▸ Action item
In the records that follow, find each line containing "whose" and copy it.
___ Given data ___
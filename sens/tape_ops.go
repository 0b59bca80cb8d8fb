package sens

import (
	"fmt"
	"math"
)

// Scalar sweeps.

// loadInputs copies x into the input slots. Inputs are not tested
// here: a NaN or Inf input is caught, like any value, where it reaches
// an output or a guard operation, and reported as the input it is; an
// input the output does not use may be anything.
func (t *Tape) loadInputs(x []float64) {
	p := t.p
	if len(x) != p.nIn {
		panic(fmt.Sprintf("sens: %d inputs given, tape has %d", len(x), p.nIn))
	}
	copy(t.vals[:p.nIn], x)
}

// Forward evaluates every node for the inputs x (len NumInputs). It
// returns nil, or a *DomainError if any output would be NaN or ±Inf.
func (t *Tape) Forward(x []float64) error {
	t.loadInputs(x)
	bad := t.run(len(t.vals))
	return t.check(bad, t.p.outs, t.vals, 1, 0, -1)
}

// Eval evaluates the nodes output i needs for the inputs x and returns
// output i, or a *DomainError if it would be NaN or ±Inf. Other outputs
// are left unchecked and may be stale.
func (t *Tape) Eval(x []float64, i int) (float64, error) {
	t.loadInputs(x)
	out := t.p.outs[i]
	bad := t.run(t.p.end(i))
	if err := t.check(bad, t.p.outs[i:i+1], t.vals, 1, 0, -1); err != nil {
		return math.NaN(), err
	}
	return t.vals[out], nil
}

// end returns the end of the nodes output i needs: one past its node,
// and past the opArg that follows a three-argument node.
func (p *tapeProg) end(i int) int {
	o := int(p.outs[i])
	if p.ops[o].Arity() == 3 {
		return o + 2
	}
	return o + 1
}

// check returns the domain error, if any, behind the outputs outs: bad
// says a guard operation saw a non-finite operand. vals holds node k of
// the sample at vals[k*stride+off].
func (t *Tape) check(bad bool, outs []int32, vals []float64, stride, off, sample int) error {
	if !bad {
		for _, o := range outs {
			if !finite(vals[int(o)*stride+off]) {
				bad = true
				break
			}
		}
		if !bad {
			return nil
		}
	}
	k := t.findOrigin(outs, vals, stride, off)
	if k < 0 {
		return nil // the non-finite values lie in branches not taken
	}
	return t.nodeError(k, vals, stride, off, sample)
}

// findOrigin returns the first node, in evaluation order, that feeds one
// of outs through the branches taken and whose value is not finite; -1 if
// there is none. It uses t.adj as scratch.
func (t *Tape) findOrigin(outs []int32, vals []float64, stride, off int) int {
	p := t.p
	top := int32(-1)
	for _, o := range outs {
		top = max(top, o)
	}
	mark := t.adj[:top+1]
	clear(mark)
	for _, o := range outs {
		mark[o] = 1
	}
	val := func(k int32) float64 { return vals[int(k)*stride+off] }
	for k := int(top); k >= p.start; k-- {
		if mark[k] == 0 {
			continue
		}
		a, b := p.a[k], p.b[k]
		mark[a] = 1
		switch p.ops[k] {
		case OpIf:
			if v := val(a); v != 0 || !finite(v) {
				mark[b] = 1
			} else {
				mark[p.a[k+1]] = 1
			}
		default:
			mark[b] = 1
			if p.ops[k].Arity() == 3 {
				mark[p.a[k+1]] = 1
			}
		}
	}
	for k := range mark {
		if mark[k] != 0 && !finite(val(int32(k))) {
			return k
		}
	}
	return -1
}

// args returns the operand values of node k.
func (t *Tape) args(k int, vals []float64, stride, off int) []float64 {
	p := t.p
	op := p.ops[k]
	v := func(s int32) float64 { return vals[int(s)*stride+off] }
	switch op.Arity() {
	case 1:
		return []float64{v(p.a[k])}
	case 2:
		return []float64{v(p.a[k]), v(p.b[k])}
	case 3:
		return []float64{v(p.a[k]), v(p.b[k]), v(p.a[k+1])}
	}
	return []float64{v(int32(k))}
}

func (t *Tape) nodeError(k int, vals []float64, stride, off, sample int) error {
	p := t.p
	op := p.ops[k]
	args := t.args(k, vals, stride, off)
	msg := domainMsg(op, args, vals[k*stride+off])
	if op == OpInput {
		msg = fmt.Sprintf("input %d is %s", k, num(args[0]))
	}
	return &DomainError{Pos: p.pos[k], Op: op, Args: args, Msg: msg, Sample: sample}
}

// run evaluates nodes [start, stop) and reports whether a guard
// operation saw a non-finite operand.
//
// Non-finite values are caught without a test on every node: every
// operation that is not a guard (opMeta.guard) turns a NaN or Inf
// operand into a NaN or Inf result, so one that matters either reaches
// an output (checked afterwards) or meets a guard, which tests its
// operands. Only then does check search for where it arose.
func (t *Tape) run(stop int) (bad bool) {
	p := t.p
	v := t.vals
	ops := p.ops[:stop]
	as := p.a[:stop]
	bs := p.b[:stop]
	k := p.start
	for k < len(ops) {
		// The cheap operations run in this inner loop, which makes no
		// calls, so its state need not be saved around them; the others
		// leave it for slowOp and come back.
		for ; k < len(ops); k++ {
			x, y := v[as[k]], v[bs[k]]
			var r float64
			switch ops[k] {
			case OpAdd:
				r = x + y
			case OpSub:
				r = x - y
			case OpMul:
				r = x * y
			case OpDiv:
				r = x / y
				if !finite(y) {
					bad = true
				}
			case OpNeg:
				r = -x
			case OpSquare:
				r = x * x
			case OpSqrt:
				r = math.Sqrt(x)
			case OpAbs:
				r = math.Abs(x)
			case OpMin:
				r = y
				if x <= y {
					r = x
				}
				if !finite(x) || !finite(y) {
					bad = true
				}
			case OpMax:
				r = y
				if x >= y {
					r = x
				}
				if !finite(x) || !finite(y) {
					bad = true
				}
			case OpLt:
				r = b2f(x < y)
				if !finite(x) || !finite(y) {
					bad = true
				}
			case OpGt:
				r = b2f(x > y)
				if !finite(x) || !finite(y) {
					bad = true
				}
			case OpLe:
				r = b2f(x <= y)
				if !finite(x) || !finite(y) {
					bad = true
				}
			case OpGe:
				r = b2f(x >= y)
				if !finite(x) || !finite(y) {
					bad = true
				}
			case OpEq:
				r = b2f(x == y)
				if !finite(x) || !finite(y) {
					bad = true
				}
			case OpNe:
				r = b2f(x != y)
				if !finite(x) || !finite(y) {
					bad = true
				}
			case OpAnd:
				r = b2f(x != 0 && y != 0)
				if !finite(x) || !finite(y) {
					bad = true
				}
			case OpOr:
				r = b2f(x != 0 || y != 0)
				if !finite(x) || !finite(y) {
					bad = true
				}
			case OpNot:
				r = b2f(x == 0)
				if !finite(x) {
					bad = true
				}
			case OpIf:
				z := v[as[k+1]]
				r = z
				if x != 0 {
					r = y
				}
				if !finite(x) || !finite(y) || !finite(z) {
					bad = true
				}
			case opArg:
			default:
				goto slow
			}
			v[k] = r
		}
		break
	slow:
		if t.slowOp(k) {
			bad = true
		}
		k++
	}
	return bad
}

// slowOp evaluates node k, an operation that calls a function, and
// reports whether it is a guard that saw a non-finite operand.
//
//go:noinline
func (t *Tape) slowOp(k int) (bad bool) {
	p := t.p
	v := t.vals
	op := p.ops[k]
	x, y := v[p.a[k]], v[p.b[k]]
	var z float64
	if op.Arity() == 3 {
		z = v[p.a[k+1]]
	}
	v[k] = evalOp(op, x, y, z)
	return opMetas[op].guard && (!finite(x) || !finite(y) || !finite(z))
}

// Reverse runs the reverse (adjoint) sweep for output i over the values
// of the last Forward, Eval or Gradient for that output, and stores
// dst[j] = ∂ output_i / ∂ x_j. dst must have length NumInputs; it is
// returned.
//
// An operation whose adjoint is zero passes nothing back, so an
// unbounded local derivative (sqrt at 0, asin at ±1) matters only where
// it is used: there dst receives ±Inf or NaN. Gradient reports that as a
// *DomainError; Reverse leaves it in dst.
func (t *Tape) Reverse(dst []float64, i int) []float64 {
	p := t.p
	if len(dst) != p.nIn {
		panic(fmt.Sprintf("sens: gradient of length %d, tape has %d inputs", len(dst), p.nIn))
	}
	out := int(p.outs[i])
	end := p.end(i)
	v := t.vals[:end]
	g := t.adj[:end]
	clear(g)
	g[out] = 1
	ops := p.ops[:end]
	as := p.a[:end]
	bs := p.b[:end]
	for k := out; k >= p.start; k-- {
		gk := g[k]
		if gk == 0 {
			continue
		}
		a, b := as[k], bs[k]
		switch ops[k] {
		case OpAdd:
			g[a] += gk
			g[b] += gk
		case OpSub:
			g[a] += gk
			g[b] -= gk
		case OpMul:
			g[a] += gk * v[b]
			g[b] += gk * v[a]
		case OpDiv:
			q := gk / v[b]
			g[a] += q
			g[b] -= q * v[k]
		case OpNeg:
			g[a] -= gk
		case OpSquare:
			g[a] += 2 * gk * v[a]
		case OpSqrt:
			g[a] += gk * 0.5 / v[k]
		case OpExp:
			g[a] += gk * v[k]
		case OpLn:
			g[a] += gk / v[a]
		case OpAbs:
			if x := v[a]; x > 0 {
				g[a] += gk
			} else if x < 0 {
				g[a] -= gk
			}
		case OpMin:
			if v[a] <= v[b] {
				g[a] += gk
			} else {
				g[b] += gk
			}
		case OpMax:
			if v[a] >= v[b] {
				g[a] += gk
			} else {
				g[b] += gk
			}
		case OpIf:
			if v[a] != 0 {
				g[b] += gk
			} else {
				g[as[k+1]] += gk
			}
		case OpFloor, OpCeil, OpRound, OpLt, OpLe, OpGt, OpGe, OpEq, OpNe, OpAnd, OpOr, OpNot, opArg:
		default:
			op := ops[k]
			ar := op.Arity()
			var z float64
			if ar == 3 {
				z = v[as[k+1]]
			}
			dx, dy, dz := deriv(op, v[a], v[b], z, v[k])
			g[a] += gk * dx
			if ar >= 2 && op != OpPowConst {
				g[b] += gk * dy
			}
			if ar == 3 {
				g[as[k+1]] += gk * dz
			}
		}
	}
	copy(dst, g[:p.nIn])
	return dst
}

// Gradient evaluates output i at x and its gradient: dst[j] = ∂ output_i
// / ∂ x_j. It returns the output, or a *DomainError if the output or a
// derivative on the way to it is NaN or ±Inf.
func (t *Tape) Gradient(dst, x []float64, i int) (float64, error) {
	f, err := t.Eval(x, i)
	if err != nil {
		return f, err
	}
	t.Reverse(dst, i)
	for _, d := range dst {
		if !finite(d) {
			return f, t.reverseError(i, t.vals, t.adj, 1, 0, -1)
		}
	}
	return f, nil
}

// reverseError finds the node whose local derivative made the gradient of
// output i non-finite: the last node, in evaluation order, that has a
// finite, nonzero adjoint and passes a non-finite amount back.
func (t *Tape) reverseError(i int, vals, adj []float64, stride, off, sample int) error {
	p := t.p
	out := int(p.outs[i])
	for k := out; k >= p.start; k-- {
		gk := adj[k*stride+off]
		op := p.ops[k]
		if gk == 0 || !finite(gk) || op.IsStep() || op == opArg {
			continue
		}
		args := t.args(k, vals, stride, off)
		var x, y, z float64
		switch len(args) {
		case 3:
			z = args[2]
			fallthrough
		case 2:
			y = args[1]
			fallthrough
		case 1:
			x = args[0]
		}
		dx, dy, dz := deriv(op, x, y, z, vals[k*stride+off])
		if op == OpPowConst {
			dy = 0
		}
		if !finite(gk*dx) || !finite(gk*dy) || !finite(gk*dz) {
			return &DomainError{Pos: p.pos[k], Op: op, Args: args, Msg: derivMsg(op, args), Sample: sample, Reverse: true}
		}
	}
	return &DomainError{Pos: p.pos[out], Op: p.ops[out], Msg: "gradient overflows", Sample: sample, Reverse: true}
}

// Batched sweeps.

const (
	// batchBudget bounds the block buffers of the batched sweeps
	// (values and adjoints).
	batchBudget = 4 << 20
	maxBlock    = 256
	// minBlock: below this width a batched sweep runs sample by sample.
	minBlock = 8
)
___
___ Given data ___
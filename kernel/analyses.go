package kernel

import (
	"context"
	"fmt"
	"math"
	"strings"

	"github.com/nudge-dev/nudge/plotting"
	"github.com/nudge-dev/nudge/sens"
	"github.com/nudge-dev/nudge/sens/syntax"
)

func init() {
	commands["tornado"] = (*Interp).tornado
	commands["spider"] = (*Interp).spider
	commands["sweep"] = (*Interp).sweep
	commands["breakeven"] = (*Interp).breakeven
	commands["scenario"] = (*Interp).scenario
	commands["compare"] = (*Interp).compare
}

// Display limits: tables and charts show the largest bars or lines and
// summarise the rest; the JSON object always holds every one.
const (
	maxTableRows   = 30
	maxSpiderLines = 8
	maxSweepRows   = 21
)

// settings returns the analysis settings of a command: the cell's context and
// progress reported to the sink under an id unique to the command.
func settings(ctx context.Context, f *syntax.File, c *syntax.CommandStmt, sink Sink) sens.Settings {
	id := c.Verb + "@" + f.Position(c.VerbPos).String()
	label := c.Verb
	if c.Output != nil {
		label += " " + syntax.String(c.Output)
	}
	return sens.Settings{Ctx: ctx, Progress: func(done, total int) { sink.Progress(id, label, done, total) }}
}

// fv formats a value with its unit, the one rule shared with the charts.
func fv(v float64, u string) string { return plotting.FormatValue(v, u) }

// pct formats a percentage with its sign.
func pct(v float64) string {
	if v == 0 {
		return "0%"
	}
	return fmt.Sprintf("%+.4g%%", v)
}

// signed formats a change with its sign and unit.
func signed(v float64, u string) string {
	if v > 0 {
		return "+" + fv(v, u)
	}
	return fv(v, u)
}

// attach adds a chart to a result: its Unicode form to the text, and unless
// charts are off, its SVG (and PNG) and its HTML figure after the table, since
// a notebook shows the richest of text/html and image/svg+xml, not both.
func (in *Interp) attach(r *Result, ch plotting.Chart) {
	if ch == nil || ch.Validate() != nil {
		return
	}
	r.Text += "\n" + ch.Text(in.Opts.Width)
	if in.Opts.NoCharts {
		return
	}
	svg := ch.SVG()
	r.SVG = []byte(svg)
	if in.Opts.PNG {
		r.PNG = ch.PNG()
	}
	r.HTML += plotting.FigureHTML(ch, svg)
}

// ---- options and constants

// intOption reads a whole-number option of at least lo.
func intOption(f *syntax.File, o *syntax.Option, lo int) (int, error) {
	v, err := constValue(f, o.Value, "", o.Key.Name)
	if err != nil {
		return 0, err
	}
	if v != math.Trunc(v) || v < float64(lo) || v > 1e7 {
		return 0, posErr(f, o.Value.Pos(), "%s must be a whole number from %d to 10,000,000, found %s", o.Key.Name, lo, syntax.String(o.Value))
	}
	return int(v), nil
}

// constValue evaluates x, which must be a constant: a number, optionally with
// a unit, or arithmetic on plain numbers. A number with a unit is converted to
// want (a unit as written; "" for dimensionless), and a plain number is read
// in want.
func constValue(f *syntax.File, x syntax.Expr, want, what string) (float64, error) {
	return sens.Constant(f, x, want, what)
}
___
▸ Solution for this task
// of outs through the branches taken and whose value is not finite; -1 if
// An operation whose adjoint is zero passes nothing back, so an
// reverseError finds the node whose local derivative made the gradient of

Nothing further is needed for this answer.